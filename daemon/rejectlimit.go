package daemon

import "golang.org/x/time/rate"

// Republishing of rejected records on <prefix>.reject.<model> is limited
// per model by a token bucket: a trickle of rejects (below rejectRate a
// second, or a burst of up to rejectBurst) is republished in full, while a
// flood of bad records (a broken producer, an attack) is sampled at
// rejectRate a second, so that lariat under overload does not spend its
// time and the bus's bandwidth echoing garbage. Every reject is still
// counted under its reason (lariat_records_rejected_total); the ones not
// republished are counted in lariat_rejects_not_republished_total. With the
// body cut to record.DefaultMaxBytes, one model republishes at most
// rejectRate × 64 KiB = 6.4 MiB a second after the burst.
const (
	rejectRate  = 100 // republished rejects a second, per model, sustained
	rejectBurst = 200 // republished rejects in a burst, per model
)

// newRejectLimiter returns the token bucket of one model's republished
// rejects: up to burst tokens, refilled at r a second, one per
// republication (golang.org/x/time/rate: safe for concurrent use, as
// rejects come from the subscription goroutine, decoding, and the model
// goroutine, the pipeline's refusals; a time earlier than the last one
// adds nothing).
func newRejectLimiter(r float64, burst int) *rate.Limiter {
	return rate.NewLimiter(rate.Limit(r), burst)
}
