package daemon

import (
	"context"
	"errors"
	"fmt"
	"time"

	"github.com/nats-io/nats.go/jetstream"
)

// startTemplate ensures the template's stream, <stream_prefix>_<template>,
// capturing its subject, and starts one reader over every key from the
// first sequence after the template index's floor.
func (s *streamIntake) startTemplate(ctx context.Context, t *template) error {
	it, next, stored, name, err := s.open(ctx, t.cfg, "template", "index", t.floor, t.log, t.skipped, 1024)
	if err != nil {
		return err
	}
	s.mu.Lock()
	s.readers = append(s.readers, it)
	s.mu.Unlock()
	t.log.Info("reading the template's stream", "stream", name, "from", next, "stored", stored, "instances", len(t.inst))
	s.wg.Go(func() { s.readTemplate(t, it, next-1) })
	return nil
}

// readTemplate hands every message of it to the template's dispatch in
// stream order until the intake stops.
func (s *streamIntake) readTemplate(t *template, it jetstream.MessagesContext, last uint64) {
	for {
		m, err := it.Next()
		if err != nil {
			if errors.Is(err, jetstream.ErrMsgIteratorClosed) {
				return
			}
			select {
			case <-s.stop:
				return
			case <-time.After(100 * time.Millisecond):
			}
			continue
		}
		meta, err := m.Metadata()
		if err != nil {
			t.log.Error("stream message without metadata; skipped", "err", err)
			continue
		}
		seq := meta.Sequence.Stream
		if seq <= last {
			continue
		}
		if seq > last+1 && last > 0 {
			t.skipped(seq-last-1, fmt.Sprintf("the stream jumped from %d to %d (retention discarded records before they were read)", last, seq))
		}
		last = seq
		if !t.dispatch(m.Subject(), m.Data(), seq, s.stop, nil) {
			return
		}
	}
}

// skipped counts records of the template's stream that retention discarded
// before they were applied.
func (t *template) skipped(n uint64, why string) {
	t.mm.Skipped.Add(float64(n))
	t.log.Warn("records lost before they were applied: the stream's retention (intake.max_age, intake.max_bytes) was shorter than the time lariat was behind",
		"records", n, "detail", why)
}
######
About this exercise: Taking the entries from their first line through the line with "the ones not", inclusive, restate each line word for word and give nothing else.

Result:
filename daemon/rejectlimit.go
package daemon

import "golang.org/x/time/rate"

// Republishing of rejected records on <prefix>.reject.<model> is limited
// per model by a token bucket: a trickle of rejects (below rejectRate a
// second, or a burst of up to rejectBurst) is republished in full, while a
// flood of bad records (a broken producer, an attack) is sampled at
// rejectRate a second, so that lariat under overload does not spend its
// time and the bus's bandwidth echoing garbage. Every reject is still
// counted under its reason (lariat_records_rejected_total); the ones not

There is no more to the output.